|Babička's got her eye on you.|
Hot wine - svařák, it's not just for cold winter nights. The hot wine stands that pop up on nearly every corner all over the city were my good friends. All of them. Trust me, hot red wine at 7 a.m. is just the thing to get the circulation going back in the ol' toes on the way to teach classes - and between, and after. Totally acceptable in post-Communist Czech Republic but sadly, the states have not caught on to that phenomenon but I will die trying.
Holiday markets and Czech Christmas decor. It didn't take long after the fall of Communism for the Czechs to embrace the Western traditions of abundant lights and ticky tack decor to celebrate the holiday season. Among all the lights and tack are the kick ass Christmas markets that are set up throughout the entire city, all of which contain booth after booth of hand made ornaments and toys, hot roasted nuts and my beloved svařák.

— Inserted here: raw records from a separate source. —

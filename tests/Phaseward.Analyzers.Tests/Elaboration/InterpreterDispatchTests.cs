using System;
using System.Collections.Generic;
using System.IO;
using System.Linq;
using Microsoft.CodeAnalysis;
using Microsoft.CodeAnalysis.CSharp;
using Microsoft.CodeAnalysis.CSharp.Syntax;
using Microsoft.CodeAnalysis.Operations;
using Phaseward.Analyzers.Elaboration;
using Phaseward.Checking;

namespace Phaseward.Analyzers.Tests.Elaboration;

/// <summary>
/// The interpreter's shape (DEVELOPERS.md, "Where an operation kind is interpreted"): one dispatch on OperationKind in
/// Interpreter.Dispatch.cs, each case one call to the method named after its kind, no second dispatch; and a kind it
/// does not interpret is PW9001 naming the construct.
/// </summary>
public class InterpreterDispatchTests
{
    private static readonly string Folder = Repository.PathOf("src", "Analyzers", "Phaseward.Analyzers", "Elaboration");

    /// <summary>
    /// Methods that branch on the shape of an operation for a purpose other than interpreting it, each with why. Any
    /// other switch over operation types is a second dispatch: put the case in Interpreter.Dispatch.cs instead.
    /// </summary>
    private static readonly Dictionary<string, string> ShapeSwitches = new(StringComparer.Ordinal)
    {
        ["PlaceOf"] = "where an assignment target stores its value (not its value)",
        ["VariableOf"] = "the variable a ref/out argument denotes",
        ["Deconstruct"] = "the targets of a deconstruction",
        ["PlacesOf"] = "where the targets of a deconstruction store their parts, found before the value is evaluated",
        ["Poison"] = "which variables skipped code may have assigned (it is not run)",
        ["IsVariable"] = "whether a struct method's receiver is a variable or a value (it then runs on a copy)",
        ["VariableNamed"] = "the variable a name denotes, for skipped code and calls that could not be made (not its value)",
        ["ReferencedSymbol"] = "the symbol an assignment target or a ref argument names (not its value)",
        ["JumpOutOf"] = "how a statement of skipped code may jump out of it (it is not run)",
        ["TargetInside"] = "whether a break or continue of skipped code targets a loop or switch inside it",
        ["InitializerOf"] = "the value of a field's or property's initializer found by its declaration",
        ["BodyOf"] = "the body of a method found by its declaration",
        ["Construct"] = "the ': this(...)'/': base(...)' initializer of a constructor",
        ["RunForEachBody"] = "the loop variable of one foreach (a declared variable or a deconstruction)",
        ["VisitSwitch"] = "the clauses of one switch statement (case value, pattern, default)",
        ["InterpolateParts"] = "the text and holes of one interpolated string",
        ["VisitUsing"] = "the resources of one using statement (declarations or a value)",
        ["VisitDelegateCreation"] = "what one delegate is made from (lambda or method group)",
    };

    [Fact]
    public void EveryCaseOfTheOneDispatchCallsTheMethodNamedAfterItsKind()
    {
        var dispatch = TheDispatch();
        var kinds = new HashSet<string>(StringComparer.Ordinal);
        foreach (var section in dispatch.Sections)
        {
            Assert.True(section.Labels.Count == 1, $"'{section.Labels}' shares one case: give each kind its own Visit<Kind>");
            var label = section.Labels[0];
            Assert.True(section.Statements is [ReturnStatementSyntax { Expression: InvocationExpressionSyntax { Expression: IdentifierNameSyntax } }],
                $"'{label}' is not one 'return Visit<Kind>(...)': put its code in the visit method");
            var call = (InvocationExpressionSyntax)((ReturnStatementSyntax)section.Statements[0]).Expression!;
            var called = ((IdentifierNameSyntax)call.Expression).Identifier.Text;
            if (label is DefaultSwitchLabelSyntax)
            {
                Assert.Equal("NotInterpreted", called);
                continue;
            }

            var kind = Assert.IsType<MemberAccessExpressionSyntax>(Assert.IsType<CaseSwitchLabelSyntax>(label).Value).Name.Identifier.Text;
            Assert.True(Enum.IsDefined(typeof(OperationKind), kind), kind + " is not an OperationKind");
            Assert.True(kinds.Add(kind), kind + " has two cases");
            Assert.True(called == "Visit" + kind, $"case OperationKind.{kind} calls {called}, not Visit{kind}");
            var argument = call.ArgumentList.Arguments[0].Expression;
            Assert.True(argument is CastExpressionSyntax { Expression: IdentifierNameSyntax { Identifier.Text: "operation" } },
                $"case OperationKind.{kind} passes '{argument}', not the operation itself");
        }

        Assert.Contains(dispatch.Sections, s => s.Labels.Single() is DefaultSwitchLabelSyntax);
        Assert.True(kinds.Count > 60, "the dispatch handles " + kinds.Count + " kinds");

        // Exactly one method per kind, declared once (reflection sees every partial file).
        var methods = typeof(Interpreter).GetMethods(System.Reflection.BindingFlags.Instance | System.Reflection.BindingFlags.NonPublic);
        foreach (var kind in kinds)
            Assert.True(methods.Count(m => m.Name == "Visit" + kind) == 1, "Visit" + kind + " is not declared exactly once");
    }

    [Fact]
    public void EveryVisitMethodIsAKindOfTheDispatchAndIsCalledOnlyFromIt()
    {
        var handled = TheDispatch().Sections.SelectMany(s => s.Labels).OfType<CaseSwitchLabelSyntax>()
            .Select(l => "Visit" + ((MemberAccessExpressionSyntax)l.Value).Name.Identifier.Text).ToHashSet(StringComparer.Ordinal);
        // The loops share OperationKind.Loop: VisitLoop hands each LoopKind to Visit<LoopKind>Loop.
        var loops = Enum.GetNames(typeof(LoopKind)).Select(k => "Visit" + k + "Loop").ToHashSet(StringComparer.Ordinal);

        foreach (var (file, root) in InterpreterFiles())
        {
            foreach (var method in root.DescendantNodes().OfType<MethodDeclarationSyntax>().Where(m => m.Identifier.Text.StartsWith("Visit", StringComparison.Ordinal)))
            {
                var name = method.Identifier.Text;
                Assert.True(name == "Visit" || handled.Contains(name) || loops.Contains(name),
                    $"{file}: {name} is named like a visit method but no case of the dispatch calls it");
            }

            foreach (var call in root.DescendantNodes().OfType<InvocationExpressionSyntax>())
            {
                if (call.Expression is not IdentifierNameSyntax { Identifier.Text: var name } || !name.StartsWith("Visit", StringComparison.Ordinal) || name == "Visit")
                    continue;
                var caller = call.FirstAncestorOrSelf<MethodDeclarationSyntax>()?.Identifier.Text;
                Assert.True(caller == "Visit" || (caller == "VisitLoop" && loops.Contains(name)),
                    $"{file}: {caller} calls {name} directly; go through Evaluate, Execute or Match so the one dispatch decides");
            }
        }
    }

    [Fact]
    public void ThereIsNoSecondDispatch()
    {
        var dispatches = new List<string>();
        var typeSwitches = new List<string>();
        foreach (var (file, root) in InterpreterFiles())
        {
            foreach (var node in root.DescendantNodes())
            {
                var method = node.FirstAncestorOrSelf<MethodDeclarationSyntax>()?.Identifier.Text ?? "(none)";
                var (governing, patterns, arms) = node switch
                {
                    SwitchStatementSyntax s => (s.Expression, s.Sections.SelectMany(x => x.Labels).Select(PatternOf), s.Sections.SelectMany(x => x.Statements).Cast<SyntaxNode>()),
                    SwitchExpressionSyntax e => (e.GoverningExpression, e.Arms.Select(a => (SyntaxNode?)a.Pattern), e.Arms.Select(a => (SyntaxNode)a.Expression)),
                    _ => (null, Enumerable.Empty<SyntaxNode?>(), Enumerable.Empty<SyntaxNode>()),
                };
                if (governing is null)
                    continue;

                // A switch on an operation's Kind that does anything but classify (calls a method in an arm) dispatches.
                if (governing is MemberAccessExpressionSyntax { Name.Identifier.Text: "Kind" }
                    && arms.Any(a => a.DescendantNodesAndSelf().OfType<InvocationExpressionSyntax>().Any()))
                    dispatches.Add($"{file}: {method} switches on {governing}");

                // A switch over operation types is a second dispatch unless it is one of the shape switches above.
                var testsOperationTypes = patterns.Any(p => p is not null && p.DescendantNodesAndSelf().OfType<IdentifierNameSyntax>()
                    .Any(n => n.Identifier.Text.StartsWith("I", StringComparison.Ordinal) && n.Identifier.Text.EndsWith("Operation", StringComparison.Ordinal)));
                if (testsOperationTypes && !ShapeSwitches.ContainsKey(method))
                    typeSwitches.Add($"{file}: {method} switches over operation types: a second dispatch (add the kind to Interpreter.Dispatch.cs)");
            }
        }

        Assert.True(typeSwitches.Count == 0, string.Join("\n", typeSwitches));
        Assert.Equal("Interpreter.Dispatch.cs: Visit switches on operation.Kind", Assert.Single(dispatches));
    }

    public static TheoryData<string, string> Unhandled() => new()
    {
        // a construct the elaborator does not interpret, the name PW9001 gives it
        { "lock (this) { count = 3; }", "a lock statement" },
        { "goto done; done: count = 3;", "a goto statement" },
        { "var pair = new { A = 3 }; count = pair.A;", "an anonymous object" },
        { "var grid = new int[2, 2]; count = grid.Length;", "a multi-dimensional array" },
    };

    [Theory]
    [MemberData(nameof(Unhandled))]
    public void AKindItDoesNotInterpretIsPW9001NamingIt(string statements, string named)
    {
        var source = $$"""
            using Phaseward;

            namespace Unhandled
            {
                public sealed class D : Design
                {
                    protected override void Describe(Circuit c)
                    {
                        var count = 0;
                        {{statements}}
                        var x = c.Input("x");
                        for (var i = 0; i < count; i++)
                            x = c.Inverter(x, "s" + i);
                        c.Output("y", x);
                    }
                }
            }
            """;
        var result = new InMemoryDesigns(("/unhandled/D.cs", source)).CompileTime("Unhandled.D");
        Assert.Contains(result.Issues, i => i.RuleId == RuleCatalog.NotElaborated.Id && i.Arguments[0] == named);
        // What depends on it is skipped, never read as a default: no inverter is made from a count of 0 or 3.
        Assert.DoesNotContain(result.Netlist!.Devices, d => d.Name.StartsWith("s", StringComparison.Ordinal));
    }

    private static SwitchStatementSyntax TheDispatch()
    {
        var root = Parse(Path.Combine(Folder, "Interpreter.Dispatch.cs"));
        var visit = root.DescendantNodes().OfType<MethodDeclarationSyntax>().Single(m => m.Identifier.Text == "Visit");
        return Assert.Single(visit.DescendantNodes().OfType<SwitchStatementSyntax>());
    }

    private static IEnumerable<(string File, SyntaxNode Root)> InterpreterFiles()
    {
        var files = Directory.GetFiles(Folder, "Interpreter*.cs");
        Assert.True(files.Length > 10, "the interpreter's partial files were not found in " + Folder);
        return files.Select(f => (Path.GetFileName(f), Parse(f)));
    }

    private static SyntaxNode Parse(string path) => CSharpSyntaxTree.ParseText(File.ReadAllText(path), path: path).GetRoot();

    private static SyntaxNode? PatternOf(SwitchLabelSyntax label) => label switch
    {
        CasePatternSwitchLabelSyntax pattern => pattern.Pattern,
        CaseSwitchLabelSyntax value => value.Value,
        _ => null,
    };
}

The fate of the Christmas carp. Around Christmas time, the Czech fishmongers set up their ginormous plastic tubs of carp. Lots and lots of carp and in these modern times the Christmas Carp has 1 of 4 fates:
1. Czech grandmas (babička's) will delicately pick out the biggest and best carp and then stand by and watch as it gets mercilessly cleaved and pummeled. They are then ruthless about ensuring that every scale, eyeball and every last of the entrails are scooped up and put into their to go bag. Apparently it makes for a soup that only a Czech grandma can make.

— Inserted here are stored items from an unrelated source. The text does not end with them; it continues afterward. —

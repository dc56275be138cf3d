namespace Phaseward.Analyzers.Tests.Elaboration;

/// <summary>
/// A library member that wraps what the design's callback threw: List.Sort and Array.Sort throw
/// InvalidOperationException ("Failed to compare two elements in the array.") whose InnerException is the comparer's
/// exception (.NET's documented behaviour of Sort; C# specification §21.4, the exception caught is the one thrown).
/// Each design is elaborated exactly as the compiled design runs it (the oracle: the design compiled and run by .NET,
/// <see cref="ParityTests"/>). Before, the design saw the elaborator's own carrier as the InnerException, silently.
/// </summary>
public class LibraryWrappedExceptionTests
{
    [Theory]
    [InlineData("Wrapped.SortComparerThrows")]
    [InlineData("Wrapped.ArraySortComparerThrowsWithAMessage")]
    [InlineData("Wrapped.OrderByKeyThrowsUnwrapped")]
    public void RunsAsAtRunTime(string design) => ParityTests.AssertParity(Designs, design);

    private static readonly InMemoryDesigns Designs = new(("/wrapped/Wrapped.cs", """
            using System;
            using System.Collections.Generic;
            using System.Linq;
            using Phaseward;

            namespace Wrapped
            {
                public abstract class Base : Design { protected void Chain(Circuit c, int n, string p) { var x = c.Input(p + "in"); for (var i = 0; i < n; i++) x = c.Inverter(x, p + i); c.Output(p + "out", x); } }
                public sealed class SortComparerThrows : Base
                {
                    protected override void Describe(Circuit c)
                    {
                        var n = 1; var taps = new List<int> { 3, 1, 2 };
                        try { taps.Sort((a, b) => throw new ArgumentException("tap")); }
                        catch (InvalidOperationException e) when (e.InnerException is ArgumentException) { n = 3; }
                        catch (InvalidOperationException) { n = 5; }
                        Chain(c, n, "sc");
                    }
                }
                public sealed class ArraySortComparerThrowsWithAMessage : Base
                {
                    protected override void Describe(Circuit c)
                    {
                        var n = 1; var lanes = new[] { "bb", "a", "ccc" };
                        try { Array.Sort(lanes, (a, b) => a.Length == 1 ? throw new FormatException("lane width") : a.Length - b.Length); }
                        catch (InvalidOperationException e) { n = e.InnerException!.Message.Length + (e.InnerException is FormatException ? 4 : 0); }
                        Chain(c, n, "as");
                    }
                }
                public sealed class OrderByKeyThrowsUnwrapped : Base
                {
                    protected override void Describe(Circuit c)
                    {
                        var n = 0; var taps = new List<int> { 3, 1, 2 };
                        try { n = taps.OrderBy<int, int>(x => throw new ArgumentException("k")).First(); }
                        catch (InvalidOperationException) { n = 30; }
                        catch (ArgumentException) { n = 4; }
                        Chain(c, n, "ob");
                    }
                }
            }
            """));
}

|These Czech babi's show no mercy and leave no eye ball left behind.|
2. I'm totally not making this up. The second fate of the Czech Christmas Carp is the bathtub. From the market, the carp (the ones that survive the babičkas) are brought home to a tub of their very own. As in the bathtub, you know, the one you you bathe in and stuff. Here they spend their (few) days before Christmas swimming around, playing family pet - no lie. All of this makes the next fate all the more sad...
|Here fishy, fishy...|
3. Christmas dinner of fried carp and potato salad. That's right, that pet bathtub carp that your kids become so attached to, spend hours talking to and even give names to, will perhaps wind up on your table, battered and fried along side potato salad come Christmas Eve.